Mata Lin Xuan menyipit. "Makam Kaisar Kuno?"
"Ya. Itu adalah dimensi saku yang ditinggalkan oleh seorang kultivator dari Alam Abadi (Immortal Realm) puluhan ribu tahun lalu. Hanya mereka yang berada di bawah Alam Inti Emas yang bisa masuk, atau ruangannya akan runtuh. Kekaisaran Naga Azure, sekte ini, dan faksi iblis pasti akan mengirimkan para jenius mereka."
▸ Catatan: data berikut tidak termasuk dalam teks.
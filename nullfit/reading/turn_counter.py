"""The turn counter: steps 2–5 of :mod:`nullfit.reading.turn_numbering`, fed chunk by chunk.

:class:`TurnCounter` takes unwrapped angles in order and ends with a :class:`TurnInfo`: the first
reading, length, completeness and sense of every turn, the first reading of every monotonic
segment, and the angle coverage of the complete turns.  The work is arranged so that every
reading is touched by a handful of vectorised passes: turn boundaries are found from the sparse
places where the turn index changes, and the per-turn statistics that decide completeness
(angle range, largest step) are computed only for the turns that might be partial — those not
entered from the previous turn or not left into the next one (every other turn with three
readings is complete).

Coverage (check 7 of :mod:`nullfit.reading.validate`): the readings are counted in
:data:`COVERAGE_BINS` bins of 2θ (bins 0.088° wide in 2θ); the Gram matrix of (cos 2θ, sin 2θ)
over the complete turns is taken from the bin centres (all readings, minus the partial turns).
Readings at the same azimuth fall in the same bin, so a coverage that cannot separate cos 2θ
from sin 2θ stays singular.

While chunks arrive, readings from the start of the stop that holds the current segment's extreme
onwards stay pending: a later retreat could still end the segment there, and a stop is only
numbered whole.  They are numbered with the next chunk; the result does not depend on the chunk
sizes.
"""

from __future__ import annotations

import math
from dataclasses import dataclass

import numpy as np

from .unwrap import TWO_PI

#: An uncrossed end of a turn is covered when the arc to the nearest reading is at most this many
#: times the largest step between consecutive readings inside the turn.  At a steady rate an arc
#: shorter than one step means no reading is missing; the 10 % margin covers a rate that changes
#: smoothly along the turn (the largest step is taken where the rate peaks, and there neighbouring
#: steps differ only to second order) and jitter of single steps.  One missing reading at a steady
#: rate (an arc of more than one step plus the offset of the first reading) makes the turn partial
#: unless that offset is below a tenth of a step.
EDGE_STEPS = 1.1
#: Bins of 2θ over a full circle for the coverage check (a power of two).
COVERAGE_BINS = 4096
_CENTRES = (np.arange(COVERAGE_BINS) + 0.5) * (TWO_PI / COVERAGE_BINS)
_COS, _SIN = np.cos(_CENTRES), np.sin(_CENTRES)
#: Per-turn record: first reading, readings, largest step, lowest and highest progress (turns),
#: turn index k, segment, sense, entered from the previous turn, left into the next one, a partial
#: candidate, then the five coverage sums (Σc, Σs, Σc², Σs², Σcs) of candidates.
_FIELDS = 16
# a pass over more candidate turns than this is vectorised; fewer are sliced one by one
_MANY = 24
Mu Qingxue menyerahkan perkamen itu kepada Lin Xuan. "Ini adalah peta bagian dalam yang hanya dimiliki oleh Istana Es Surgawi. Jika kau berani... jadilah sekutuku di sana. Kita masuk bersama, dan aku akan membantumu menahan pembunuh bayaran dari Kekaisaran Naga Azure. Sebagai gantinya, jika kita menemukan Api Spiritual Kuno di sana, itu milik Istana Es Surgawi."
Lin Xuan menerima perkamen itu, jari-jarinya secara tak sengaja bersentuhan dengan jari Mu Qingxue yang dingin nan lembut. Keduanya menahan napas sejenak, namun tak ada yang menarik tangannya lebih dulu.
Lin Xuan tersenyum, kali ini sebuah senyuman tulus seorang petualang yang menemukan tantangan baru.
"Menjarah makam dewa kuno bersama seorang dewi es? Tawaran yang sulit ditolak, Nona Mu. Tiga bulan dari sekarang, aku akan menemuimu di gerbang Lautan Pasir Kematian."